Mas ele continua escrevendo bem o suficiente para manter o interesse. É isso o mínimo que espero de sua produção mais nova. Só que de vez em quando o velho mestre ainda consegue surpreender, e este foi o caso com Outsider, que fisga o leitor desde a sinopse.
Em uma cidadezinha, um menino é assassinado e violentado sexualmente com requintes de extrema barbárie. Todas as evidências, além do relato de testemunhas, apontam para um sujeito muito querido no local, treinador do time de beisebol infantil e cidadão aparentemente acima de qualquer suspeita.
O detetive encarregado do caso decide humilhar o sujeito prendendo-o no meio de um jogo, na frente da esposa, das filhas e de 1500 espectadores.
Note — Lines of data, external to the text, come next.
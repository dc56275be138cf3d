using System;
using System.IO;

namespace Phaseward.Analyzers.Tests.Elaboration;

internal static class Repository
{
    public static string Root { get; } = Find();

    public static string PathOf(params string[] parts) => Path.Combine(Root, Path.Combine(parts));

    private static string Find()
    {
        for (var dir = new DirectoryInfo(AppContext.BaseDirectory); dir is not null; dir = dir.Parent)
            if (File.Exists(Path.Combine(dir.FullName, "Lint.sln")))
                return dir.FullName;
        throw new InvalidOperationException($"Lint.sln not found above {AppContext.BaseDirectory}.");
    }
}
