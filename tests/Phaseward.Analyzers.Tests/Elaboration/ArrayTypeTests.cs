using System.Threading.Tasks;
using Phaseward.Analyzers.Tests.Verifiers;

namespace Phaseward.Analyzers.Tests.Elaboration;

/// <summary>
/// An array knows its element type at run time, as .NET has it (ECMA-335, 6th edition, §I.8.7.1, array covariance; C#
/// specification, §17.6, array covariance, and §12.21.2, simple assignment to an array element): a <c>string[]</c> held as
/// <c>object[]</c> refuses an int with ArrayTypeMismatchException, is a <c>string[]</c> to <c>is</c> and casts, and an
/// <c>int[]</c> is not an <c>object[]</c>. Each design is elaborated exactly as the compiled design runs it (the oracle:
/// the design compiled and run by .NET, <see cref="ParityTests"/>). Before, every array the design made was an array of
/// objects to the elaborator: the store went through and the type tests answered for object[], silently.
/// </summary>
public class ArrayTypeTests
{
    [Theory]
    [InlineData("Arrays.CovariantStoreThrows")]
    [InlineData("Arrays.CovariantStoreOfTheRightTypeIsKept")]
    [InlineData("Arrays.CovariantStoreOfNullIsKept")]
    [InlineData("Arrays.LibraryArrayStoreThrows")]
    [InlineData("Arrays.ParamsArrayIsOfItsElementType")]
    [InlineData("Arrays.TypeTestsSeeTheElementType")]
    [InlineData("Arrays.IntArrayIsNotAnObjectArray")]
    [InlineData("Arrays.CastBackToTheElementType")]
    [InlineData("Arrays.CastToAWrongArrayTypeThrows")]
    [InlineData("Arrays.CollectionExpressionArray")]
    [InlineData("Arrays.DesignClassArrays")]
    [InlineData("Arrays.InterfacesOfAnArray")]
    [InlineData("Arrays.SetValueChecksTheElementType")]
    [InlineData("Arrays.CopyOfFittingElements")]
    [InlineData("Arrays.ShortArrayThroughItsInterface")]
    [InlineData("Arrays.CloneKeepsTheElementType")]
    [InlineData("Arrays.EmptyArraysOfTwoTypes")]
    [InlineData("Arrays.GenericCodeMakesArraysOfItsTypeArgument")]
    public void RunsAsAtRunTime(string design) => ParityTests.AssertParity(Designs, design);

    [Fact]
    public async Task A_copy_that_would_throw_partway_is_PW9001()
    {
        // .NET copies element by element and throws InvalidCastException at the int: how much was copied is not modelled.
        var source = InverterChainDesign.Source("Quarry", "", "", """
            var from = new object[] { "a", 1 };
            var to = new string[2];
            {|#0:System.Array.Copy(from, to, 2)|};
            count = to[0].Length + 2;
            """);
        await new PhasewardAnalyzerTest<ElaborationAnalyzer>(source,
            InverterChainDesign.NotElaborated(0, "the call to 'Array.Copy(Array, Array, int)'",
                "an element of the source is not 'string': .NET throws partway through the copy, and where it stops is not modelled")).RunAsync();
        InverterChainDesign.AssertNoStage(source, "Quarry");
    }

    private static readonly InMemoryDesigns Designs = new(("/arrays/Arrays.cs", """
            using System;
            using System.Collections.Generic;
            using Phaseward;

            namespace Arrays
            {
                public abstract class Base : Design { protected void Chain(Circuit c, int n, string p) { var x = c.Input(p + "in"); for (var i = 0; i < n; i++) x = c.Inverter(x, p + i); c.Output(p + "out", x); } }
                public class Lane { public int Width = 1; }
                public sealed class WideLane : Lane { }
                public sealed class CovariantStoreThrows : Base
                {
                    protected override void Describe(Circuit c)
                    {
                        object[] slots = new string[2];
                        var n = 1;
                        try { slots[0] = 5; n = 2; } catch (ArrayTypeMismatchException) { n = 4; }
                        Chain(c, n, "cs");
                    }
                }
                public sealed class CovariantStoreOfTheRightTypeIsKept : Base
                {
                    protected override void Describe(Circuit c)
                    {
                        object[] slots = new string[2];
                        slots[1] = "ok";
                        Chain(c, ((string)slots[1]).Length, "ck");
                    }
                }
                public sealed class CovariantStoreOfNullIsKept : Base
                {
                    protected override void Describe(Circuit c)
                    {
                        object[] slots = new string[] { "a", "b" };
                        slots[0] = null!;
                        Chain(c, slots[0] is null ? 3 : 1, "cn");
                    }
                }
                public sealed class LibraryArrayStoreThrows : Base
                {
                    protected override void Describe(Circuit c)
                    {
                        object[] parts = "a,b,c".Split(',');
                        var n = parts.Length;
                        try { parts[1] = 7; } catch (ArrayTypeMismatchException) { n += 2; }
                        Chain(c, n, "ls");
                    }
                }
                public sealed class ParamsArrayIsOfItsElementType : Base
                {
                    private static int Fill(params string[] names) { object[] o = names; try { o[0] = 1; return 1; } catch (ArrayTypeMismatchException) { return 3; } }
                    protected override void Describe(Circuit c) => Chain(c, Fill("a", "b"), "pa");
                }
                public sealed class TypeTestsSeeTheElementType : Base
                {
                    protected override void Describe(Circuit c)
                    {
                        object o = new string[3];
                        var n = 1;
                        if (o is string[] s) n += s.Length;
                        if (o is object[]) n += 10;
                        if (o is int[]) n += 100;
                        if (o is IEnumerable<string>) n += 20;
                        if (o is IList<object>) n += 40;
                        if (o is IReadOnlyList<int>) n += 1000;
                        Chain(c, n, "tt");
                    }
                }
                public sealed class IntArrayIsNotAnObjectArray : Base
                {
                    protected override void Describe(Circuit c)
                    {
                        object o = new int[] { 4, 5 };
                        var n = 1;
                        if (o is object[]) n += 10;
                        if (o is int[] numbers) n += numbers[1];
                        if (o is Array) n += 2;
                        if (o is IList<int>) n += 20;
                        if (o is IEnumerable<object>) n += 100;
                        var asObjects = o as object[];
                        if (asObjects is null) n += 1;
                        Chain(c, n, "ia");
                    }
                }
                public sealed class CastBackToTheElementType : Base
                {
                    protected override void Describe(Circuit c)
                    {
                        object[] held = new Lane[] { new Lane { Width = 3 } };
                        var lanes = (Lane[])held;
                        Chain(c, lanes[0].Width, "cb");
                    }
                }
                public sealed class CastToAWrongArrayTypeThrows : Base
                {
                    protected override void Describe(Circuit c)
                    {
                        object[] held = new Lane[] { new Lane() };
                        var n = 1;
                        try { var wide = (WideLane[])held; n = 2 + wide.Length; } catch (InvalidCastException) { n = 5; }
                        Chain(c, n, "cw");
                    }
                }
                public sealed class CollectionExpressionArray : Base
                {
                    protected override void Describe(Circuit c)
                    {
                        string[] names = ["x", "y"];
                        object[] o = names;
                        var n = 1;
                        try { o[0] = 2.5; } catch (ArrayTypeMismatchException) { n = 3; }
                        Chain(c, n, "ce");
                    }
                }
                public sealed class DesignClassArrays : Base
                {
                    protected override void Describe(Circuit c)
                    {
                        Lane[] lanes = new WideLane[2];
                        var n = 1;
                        try { lanes[0] = new Lane(); n = 2; } catch (ArrayTypeMismatchException) { n = 4; }
                        lanes[1] = new WideLane { Width = 2 };
                        Chain(c, n + lanes[1].Width, "dc");
                    }
                }
                public sealed class InterfacesOfAnArray : Base
                {
                    protected override void Describe(Circuit c)
                    {
                        IList<object> list = new string[] { "p", "q" };
                        var n = list.Count;
                        try { list[0] = 3; } catch (ArrayTypeMismatchException) { n += 5; }
                        Chain(c, n, "ie");
                    }
                }
                public sealed class SetValueChecksTheElementType : Base
                {
                    protected override void Describe(Circuit c)
                    {
                        Array slots = new string[2];
                        var n = 1;
                        slots.SetValue("fits", 0);
                        try { slots.SetValue(3, 1); n = 2; } catch (InvalidCastException) { n = 4; }
                        Chain(c, n + ((string)slots.GetValue(0)!).Length, "sv");
                    }
                }
                public sealed class CopyOfFittingElements : Base
                {
                    protected override void Describe(Circuit c)
                    {
                        var source = new object[] { "ab", "cde" };
                        var target = new string[3];
                        Array.Copy(source, target, 2);
                        source.CopyTo(target, 1);
                        Chain(c, target[0].Length + target[2].Length, "cf");
                    }
                }
                public sealed class CloneKeepsTheElementType : Base
                {
                    protected override void Describe(Circuit c)
                    {
                        var names = new[] { "m", "n" };
                        var copy = names.Clone();
                        var n = copy is string[] strings ? strings.Length : 0;
                        try { ((object[])copy)[0] = 1; } catch (ArrayTypeMismatchException) { n += 3; }
                        Chain(c, n, "cl");
                    }
                }
                public sealed class EmptyArraysOfTwoTypes : Base
                {
                    protected override void Describe(Circuit c)
                    {
                        object words = Array.Empty<string>();
                        object lanes = Array.Empty<Lane>();
                        var n = 1 + (words is string[] ? 2 : 0) + (lanes is string[] ? 10 : 0) + (lanes is Lane[] ? 4 : 0);
                        Chain(c, n, "ea");
                    }
                }
                public sealed class GenericCodeMakesArraysOfItsTypeArgument : Base
                {
                    private static T[] Pair<T>(T first, T second) => new[] { first, second };
                    private static int Probe<T>(T[] items, object intruder) { object[] seen = (object[])(object)items; try { seen[0] = intruder; return 1; } catch (ArrayTypeMismatchException) { return 5; } }
                    protected override void Describe(Circuit c)
                    {
                        var n = Probe(Pair("a", "b"), 2) + Probe(Pair<object>("a", "b"), 2);
                        Chain(c, n, "gc");
                    }
                }
                public sealed class ShortArrayThroughItsInterface : Base
                {
                    protected override void Describe(Circuit c)
                    {
                        System.Collections.Generic.IList<short> widths = new short[] { 1, 2 };
                        widths[0] = 4;
                        Chain(c, widths[0] + widths[1], "sa");
                    }
                }
            }
            """));
}
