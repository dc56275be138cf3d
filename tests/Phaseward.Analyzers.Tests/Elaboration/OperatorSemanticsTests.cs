namespace Phaseward.Analyzers.Tests.Elaboration;

/// <summary>
/// Operators whose meaning a first reading of C# can miss, each design elaborated exactly as the compiled design runs it
/// (the oracle: the design compiled and run by .NET, <see cref="ParityTests"/>): <c>bool?</c>'s <c>&amp;</c> and
/// <c>|</c> are three-valued (C# specification, §12.13.5: <c>false &amp; null</c> is false, <c>true | null</c> is true),
/// and two delegates are equal when they call the same method on the same target (§12.12.9, delegate equality).
/// </summary>
public class OperatorSemanticsTests
{
    [Theory]
    [InlineData("Operators.LiftedAndWithFalse")]
    [InlineData("Operators.LiftedOrWithTrue")]
    [InlineData("Operators.LiftedWithNullStaysNull")]
    public void RunsAsAtRunTime(string design) => ParityTests.AssertParity(Designs, design);

    private static readonly InMemoryDesigns Designs = new(("/operators/Operators.cs", """
            using System;
            using Phaseward;

            namespace Operators
            {
                public abstract class Base : Design { protected void Chain(Circuit c, int n, string p) { var x = c.Input(p + "in"); for (var i = 0; i < n; i++) x = c.Inverter(x, p + i); c.Output(p + "out", x); } }
                public sealed class LiftedAndWithFalse : Base
                {
                    protected override void Describe(Circuit c)
                    {
                        bool? unknownLane = null;
                        var n = (unknownLane & false) == false ? 3 : 1;
                        n += (false & unknownLane) == false ? 2 : 0;
                        Chain(c, n, "la");
                    }
                }
                public sealed class LiftedOrWithTrue : Base
                {
                    protected override void Describe(Circuit c)
                    {
                        bool? unknownLane = null;
                        var n = (unknownLane | true) == true ? 3 : 1;
                        n += (true | unknownLane) is true ? 2 : 0;
                        Chain(c, n, "lo");
                    }
                }
                public sealed class LiftedWithNullStaysNull : Base
                {
                    protected override void Describe(Circuit c)
                    {
                        bool? unknownLane = null;
                        var n = (unknownLane & true) is null ? 3 : 1;
                        n += (unknownLane | false) is null ? 2 : 0;
                        n += (unknownLane ^ true) is null ? 4 : 0;
                        Chain(c, n, "ln");
                    }
                }
            }
            """));
}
A vida do sujeito e da família estaria destruída só por esse fato, sem contar, claro, o crime hediondo. Mas é aí que a trama se complica.
OUTSIDER
O cara jura de pés juntos que sequer estava na cidade quando o crime aconteceu. E ele tem como provar. Ele viajou com outras pessoas que corroboram o álibi, também possui evidências físicas (digitais, por exemplo) de que estava em outra cidade, e a cereja do bolo: há imagens gravadas dele que provam que, de fato, ele estava em outro município.
Como pode então haver tantas evidências que apontam tanto para sua inocência quanto para sua culpa? Aí, só mesmo lendo para saber, mas essa trama de “como é que pode?” fisga desde as primeiras frases e deixa a curiosidade em alta durante quase toda a leitura. Fazia tempo que eu não lia um livro de King que me deixava tão grudado nas páginas, com aquela vontade de continuar lendo, mesmo tendo de parar pelo dia.
O começo, contado de forma praticamente procedural, dando todos os meandros da investigação que levou à prisão do cara, também ajuda a diferenciar dando uma estética mais interessante à condução da trama.
A qual, como na maioria de seus trabalhos, possui um elemento sobrenatural, só que a grande força é mesmo a narrativa praticamente policial do começo. Admito que, pra lá da metade, quando ele se torna mais Stephen King clássico, apesar de não chegar a esfriar, não tem mais a mesma força do começo. Mas ainda assim prende a atenção.
E lá pela metade ainda tive uma surpresa que achei bem bacana. É o tipo de coisa que não dá para falar muito para não estragar a experiência de ninguém, mas vale dizer que o universo de King, como os iniciados bem sabem, é interligado. E fiquemos por isso mesmo.
Com essa surpresa, mais a forma como ele conta a história – como um CSI literário –, me diverti muito lendo este livro, mais do que na leitura da maioria de seu material recente, mesmo que o terço final descambe, tanto em forma quanto conteúdo, para uma história mais típica do mestre do terror.
Seja como for, Outsider superou muito minhas expectativas. Eu só não o recomendo para leitores iniciantes porque é preciso saber um pouco do universo literário do escritor para desfrutá-lo plenamente. Mas, para os já iniciados, principalmente aqueles que conhecem seus trabalhos mais recentes, vale muito a pena.